House Judiciary Committee Chairman Bob Goodlatte (R-VA) fired off a letter to Attorney General Jeff Sessions on Tuesday demanding that the Department of Justice investigate allegations that a “very pissed off” Obama administration official called then-Deputy FBI Director Andrew McCabe, allegedly pressuring him to shut down the FBI’s investigation into the Clinton Foundation.
According to the account contained within an official report by the DOJ’s Office of the Inspector General (OIG), McCabe was rattled by the call – reportedly made by senior Obama DOJ official Mattnew Axelrod and pushed back.
“According to McCabe, he pushed back, asking ‘are you telling me that I need to shut down a validly predicated investigation?’” the report said. “McCabe told us that the conversation was ‘very dramatic’ and he never had a similar confrontation like the PADAG call with a high-level department official in his entire FBI career.”
During the aforementioned phone call, the IG report recounts that the PADAG called Mr. McCabe and “expressed concerns about FBI agents taking overt steps in the CF [Clinton Foundation] Investigation during the presidential campaign.” This corresponds to reporting by the Wall Street Journal which detailed, “a senior Justice Department official called Mr. McCabe to voice his displeasure at finding that New York FBI agents were still openly pursuing the Clinton Foundation probe during the election season…. The Justice Department official was ‘very pissed off,’ according to one person close to McCabe, and pressed him to explain why the FBI was still chasing a matter the department considered dormant.” –Bob Goodlatte to Jeff Sessions
Goodlatte notes that Axelrod was “inquiring into why the FBI was pursuing a case against the Clinton Foundation during the election, and at worst, attempting to improperly and illegally influence the status of an ongoing investigation for purely partisan purposes.”
“It is important to determine whether the PADAG’s directions to Mr. McCabe resulted in any “stand down” order being given to agents in these offices,” the letter reads.
Undue Pressure?
Goodlatte’s letter also suggests that while McCabe was fired for “behaving in a matter unworthy of a public servant and, in particular, and FBI agent,” that he may have been under “undue pressure and influence asserted by the Department – and possibly even higher levels of the U.S. government during the Obama Administration – to ensure that a validly predicated investigation of the Clinton Foundation was terminated.”

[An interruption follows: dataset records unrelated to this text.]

PART_FIELDS = {
    "tube": {
        **_COMMON_PART,
        "inner_diameter": _ID,
        "length": _LEN,
        "roughness": _spec("length", "mm", 0.0, 1e-3, help="absolute wall roughness"),
    },
    "catheter": {
        **_COMMON_PART,
        "gauge": _spec("gauge", None, 10, 34, help="nominal catalogue gauge, e.g. 18"),
        "inner_diameter": _ID,
        "length": _spec("length", "m", 1e-3, 1.5, help="catheter length"),
    },
    "needle": {
        **_COMMON_PART,
        "gauge": _spec("gauge", None, 7, 34, help="needle gauge (ISO 9626)"),
        "wall": _spec("choice", help="wall type (ISO 9626): " + ", ".join(catalogue.NEEDLE_WALLS)),
        "length": _spec("length", "m", 1e-3, 0.5, help="needle length"),
    },
    "cannula": {
        **_COMMON_PART,
        "french": _spec("number", None, 1.0, 40.0, help="outer size in French (1 Fr = 1/3 mm)"),
        "inner_diameter": _ID,
        "wall_thickness": _spec("length", "mm", 1e-5, 5e-3, help="cannula wall thickness"),
        "length": _spec("length", "m", 1e-3, 2.0, help="cannula length"),
    },
    "set": {
        **_COMMON_PART,
        "kind": _spec(
            "choice", help="a set from the catalogue: " + ", ".join(catalogue.EXTENSION_SETS)
        ),
        "inner_diameter": _ID,
        "length": _LEN,
    },
    "fitting": {
        **_COMMON_PART,
        "k": _spec("number", None, 0.0, 1000.0, help="loss coefficient K [-]"),
        "equivalent_length": _spec(
            "length", "m", 1e-5, 100.0, help="or: equivalent length of straight lumen"
        ),
        "inner_diameter": _spec(
            "length", "mm", 1e-5, 0.06, help="bore the K or equivalent length refers to"
        ),
    },
    "measured": {
        **_COMMON_PART,
        "flows": _spec(
            "quantity_list",
            "mL/min",
            1e-12,
            20e-3 / 60,
            sweep=False,
            help="bench flows",
            element_kind="flow",
        ),
        "pressure_drops": _spec(
            "quantity_list",
            "mmHg",
            0.0,
            60 * _BAR,
            sweep=False,
            help="bench pressure drops at those flows",
            element_kind="pressure",
        ),
        "test_viscosity": _spec(
            "viscosity",
            "cP",
            1e-5,
            10.0,
            sweep=False,
            help="viscosity of the bench fluid (rescales the fit)",
        ),
        "test_density": _spec(
            "density",
            "kg/m^3",
            100.0,
            5000.0,
            sweep=False,
            help="density of the bench fluid (rescales the fit)",
        ),
    },
}
#: The part types a scenario file may name.
PART_TYPES = tuple(PART_FIELDS)
_REQUIRED_PART = {
    "tube": (("inner_diameter",), ("length",)),
    "catheter": (("gauge", "inner_diameter"),),
    "needle": (("gauge",),),
    "cannula": (("french", "inner_diameter"),),
    "set": (("kind",),),
    "fitting": (("k", "equivalent_length"),),
    "measured": (("flows",), ("pressure_drops",)),
}

PART_TOLERANCE_FIELDS = {
    "inner_diameter": _spec(
        "tolerance_value",
        "mm",
        0.0,
        None,
        sweep=False,
        help="half-width of the bore spread: '3 %' or '0.02 mm'",
    ),
    "length": _spec(
        "tolerance_value",
        "m",
        0.0,
        None,
        sweep=False,
        help="half-width of the length spread: '2 %' or '5 mm'",
    ),
}


# --------------------------------------------------------------------------- data classes
@dataclass(frozen=True)
class Axis:
    """A swept field: its values (SI, or names) and how each is shown."""

    values: tuple
    shown: tuple

    def __len__(self):
        return len(self.values)


@dataclass(frozen=True)
class PartSpec:
    """One validated part: its type, label, values (SI or :class:`Axis`) and tolerances.

    Tolerances map a field to ``("relative", fraction)`` or ``("absolute", SI half-width)``.
    """

    type: str
    label: str
    values: dict
    tolerance: dict = field(default_factory=dict)


@dataclass(frozen=True)
class Scenario:
    """One validated scenario.

    ``values`` maps a field to an SI float (degC for temperature), a name, or an
    :class:`Axis` when swept; ``parts`` holds the line from source to outlet;
    ``raw`` is the scenario's table as read, which :func:`dump_scenarios` writes back.
    """

    name: str
    index: int
    values: dict
    parts: tuple
    tolerance: dict
    notes: str
    raw: dict

    @property
    def axes(self):
        """The swept fields as ``[(path, Axis), ...]``; paths like ``"part[2].gauge"``."""
        out = [(k, v) for k, v in self.values.items() if isinstance(v, Axis)]
        for i, p in enumerate(self.parts, start=1):
            out += [(f"part[{i}].{k}", v) for k, v in p.values.items() if isinstance(v, Axis)]
        return out

    @property
    def n_points(self):
        """Number of sweep points (1 when nothing is swept)."""
        return math.prod(len(a) for _, a in self.axes)

    @property
    def mode(self):
        """ "flow" when a flow is prescribed (solve the pressure), else "drive"."""
        return "flow" if "flow" in self.values else "drive"


@dataclass(frozen=True)
class ScenarioSet:
    """A validated scenario file: scenarios, title, notes and where it came from."""

    scenarios: tuple
    title: str = ""
    notes: str = ""
    source: str = field(default="<string>", compare=False)
    text: str = field(default="", compare=False, repr=False)
    sha256: str = field(default="", compare=False)
    raw: bytes = field(default=b"", compare=False, repr=False)

    @property
    def n_points(self):
        return sum(s.n_points for s in self.scenarios)


# --------------------------------------------------------------------------- reading
def load_scenarios(path) -> ScenarioSet:
    """Read and validate a scenario file (``.toml`` or ``.json``).

    Parameters
    ----------
    path : str or os.PathLike
        The file.  Larger than :data:`MAX_FILE_BYTES` is refused before reading.

    Returns
    -------
    ScenarioSet

    Raises
    ------
    ScenarioError
        For an unreadable, oversized or malformed file, naming the file, scenario and field.
    """
    path = Path(path)
    source = path.name
    try:
        size = path.stat().st_size
    except OSError as exc:
        raise ScenarioError(
            f"cannot read the file ({exc.strerror or exc})", source=source
        ) from None
    if not path.is_file():
        raise ScenarioError("is not a regular file", source=source)
    if size > MAX_FILE_BYTES:
        raise ScenarioError(
            f"file is {size} bytes, above the limit of {MAX_FILE_BYTES} bytes; "
            "split it into smaller files",
            source=source,
        )
    try:
        with path.open("rb") as fh:
            data = fh.read(MAX_FILE_BYTES + 1)
    except OSError as exc:
        raise ScenarioError(
            f"cannot read the file ({exc.strerror or exc})", source=source
        ) from None
    fmt = "json" if path.suffix.lower() == ".json" else "toml"
    return loads_scenarios(data, source=source, fmt=fmt)


def _json_object(pairs, source):
    """A JSON object as a dict, refusing a key given twice (TOML refuses it too; JSON
    readers keep the last value silently, so the file would read as one number and solve
    as another)."""
    out = {}
    for key, value in pairs:
        if key in out:
            name = out.get("name", dict(pairs).get("name"))
            where = f" (in the object named {_shown(name)!r})" if isinstance(name, str) else ""
            raise ScenarioError(
                f"key {_shown(key)!r} is given more than once in one JSON "
                f"object{where}; keep one value",
                source=source,
            )
        out[key] = value
    return out


def loads_scenarios(text, source: str = "<string>", fmt: str = "toml") -> ScenarioSet:
    """Parse and validate scenario text (``str`` or UTF-8 ``bytes``) in TOML or JSON.

    The set's ``sha256`` is the hash of the bytes as given (of the UTF-8 text for a ``str``).
    """
    raw = text if isinstance(text, bytes) else text.encode("utf-8")
    if isinstance(text, bytes):
        if len(text) > MAX_FILE_BYTES:
            raise ScenarioError(
                f"text is {len(text)} bytes, above the limit of {MAX_FILE_BYTES}", source=source
            )
        try:
            text = text.decode("utf-8-sig")
        except UnicodeDecodeError as exc:
            raise ScenarioError(
                f"is not UTF-8 text (bad byte at position {exc.start}); save it as UTF-8",
                source=source,
            ) from None
    if len(text) > MAX_FILE_BYTES:
        raise ScenarioError(
            f"text is {len(text)} characters, above the limit of {MAX_FILE_BYTES}", source=source
        )
    if fmt not in ("toml", "json"):
        raise ScenarioError(f"unknown format {fmt!r}; use 'toml' or 'json'", source=source)
    try:
        if fmt == "json":
            data = json.loads(text, object_pairs_hook=lambda pairs: _json_object(pairs, source))
        else:
            data = tomllib.loads(text)
    except ScenarioError:
        raise
    except tomllib.TOMLDecodeError as exc:
        raise ScenarioError(f"is not valid TOML: {exc}", source=source) from None
    except json.JSONDecodeError as exc:
        raise ScenarioError(
            f"is not valid JSON: {exc.msg} at line {exc.lineno} column {exc.colno}", source=source
        ) from None
    except RecursionError:
        raise ScenarioError(
            f"is nested too deeply (the limit is {MAX_DEPTH} levels)", source=source
        ) from None
    except ValueError as exc:  # e.g. integers longer than Python's digit limit
        raise ScenarioError(f"cannot be parsed as {fmt.upper()}: {exc}", source=source) from None
    sset = parse_scenarios(data, source=source)
    return ScenarioSet(
        sset.scenarios, sset.title, sset.notes, source, text, hashlib.sha256(raw).hexdigest(), raw
    )


def parse_scenarios(data, source: str = "<dict>") -> ScenarioSet:
    """Validate plain data (as read from TOML or JSON) into a :class:`ScenarioSet`."""
    _check_depth(data, source)
    if not isinstance(data, dict):
        raise ScenarioError(
            f"the top level must be a table of keys, got {_type(data)}", source=source
        )
    _unknown_keys(data, TOP_FIELDS, source=source, scenario=None, prefix="")
    if "format_version" not in data:
        raise ScenarioError(
            f"add 'format_version = {FORMAT_VERSION}' at the top of the file",
            source=source,
            field="format_version",
        )
    version = data["format_version"]
    if isinstance(version, bool) or version != FORMAT_VERSION:
        raise ScenarioError(
            f"format version {version!r} is not supported; this rheoline reads "
            f"format_version = {FORMAT_VERSION}",
            source=source,
            field="format_version",
        )
    title = _text(data.get("title", ""), source, None, "title", MAX_NAME_CHARS)
    notes = _text(data.get("notes", ""), source, None, "notes", 20 * MAX_NAME_CHARS, notes=True)
    raw_list = data.get("scenario")
    if raw_list is None:
        raise ScenarioError(
            "no scenarios; add at least one [[scenario]] table", source=source, field="scenario"
        )
    if not isinstance(raw_list, list) or not raw_list:
        raise ScenarioError(
            f"must be a non-empty list of [[scenario]] tables, got {_type(raw_list)}",
            source=source,
            field="scenario",
        )
    if len(raw_list) > MAX_SCENARIOS:
        raise ScenarioError(
            f"{len(raw_list)} scenarios is above the limit of {MAX_SCENARIOS}; split the file",
            source=source,
            field="scenario",
        )
    scenarios, names, total, work, tolerance_solves = [], {}, 0, 0, 0
    for i, raw in enumerate(raw_list, start=1):
        sc = _parse_scenario(raw, i, source)
        if sc.name in names:
            raise ScenarioError(
                f"the name {sc.name!r} is already used by scenario #{names[sc.name]}; "
                "names must be unique",
                source=source,
                scenario=f"#{i}",
                field="name",
            )
        names[sc.name] = i
        total += sc.n_points
        if total > MAX_TOTAL_POINTS:
            raise ScenarioError(
                f"the file expands to more than {MAX_TOTAL_POINTS} sweep points; "
                "sweep fewer values",
                source=source,
                scenario=repr(sc.name),
                field="scenario",
            )
        work += sc.n_points * len(sc.parts)
        if work > MAX_PART_POINTS:
            raise ScenarioError(
                f"the file asks for more than {MAX_PART_POINTS} part solves "
                "(sweep points x parts, all scenarios together); sweep fewer "
                "values or split the file",
                source=source,
                scenario=repr(sc.name),
                field="scenario",
            )
        tolerance_solves += _tolerance_solves(sc)
        if tolerance_solves > MAX_FILE_TOLERANCE_SOLVES:
            raise ScenarioError(
                f"the file asks for more than {MAX_FILE_TOLERANCE_SOLVES} "
                "tolerance solves (samples x sweep points, all scenarios "
                "together); use fewer samples or split the file",
                source=source,
                scenario=repr(sc.name),
                field="tolerance.samples",
            )
        scenarios.append(sc)
    return ScenarioSet(tuple(scenarios), title, notes, source)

McCabe was fired on March 16 after the Department of Justice’s Office of the Inspector General (OIG) found that he “had made an unauthorized disclosure to the news media and lacked candor – including under oath – on multiple occasions.”
Specifically, McCabe allegedly authorized an F.B.I. spokesman and attorney to tell Devlin Barrett of the Wall St. Journal, just days before the 2016 election, that the FBI had not put the brakes on the Clinton Foundation investigation – right around the time McCabe was coming under fire for his wife taking a $467,500 campaign contribution from Clinton proxy pal, Terry McAuliffe.
Meanwhile, McCabe and former FBI Director James Comey are setting up for quite the battle over whether or not Comey knew of the leaks. While peddling his book on ABC’s The View, Comey called McCabe a liar – and admitted that he ordered the IG report that found him guilty of leaking to the press.
Comey was asked by host Megan McCain how he thought the public was supposed to have “confidence” in the FBI amid revelations that McCabe lied about the leak.
“It’s not okay. The McCabe case illustrates what an organization committed to the truth looks like,” Comey said. “I ordered that investigation.”
Comey then appeared to try and frame McCabe as a “good person” despite all the lying.
“Good people lie. I think I’m a good person, where I have lied,” Comey said. “I still believe Andrew McCabe is a good person but the inspector general found he lied,” noting that there are “severe consequences” within the DOJ for doing so.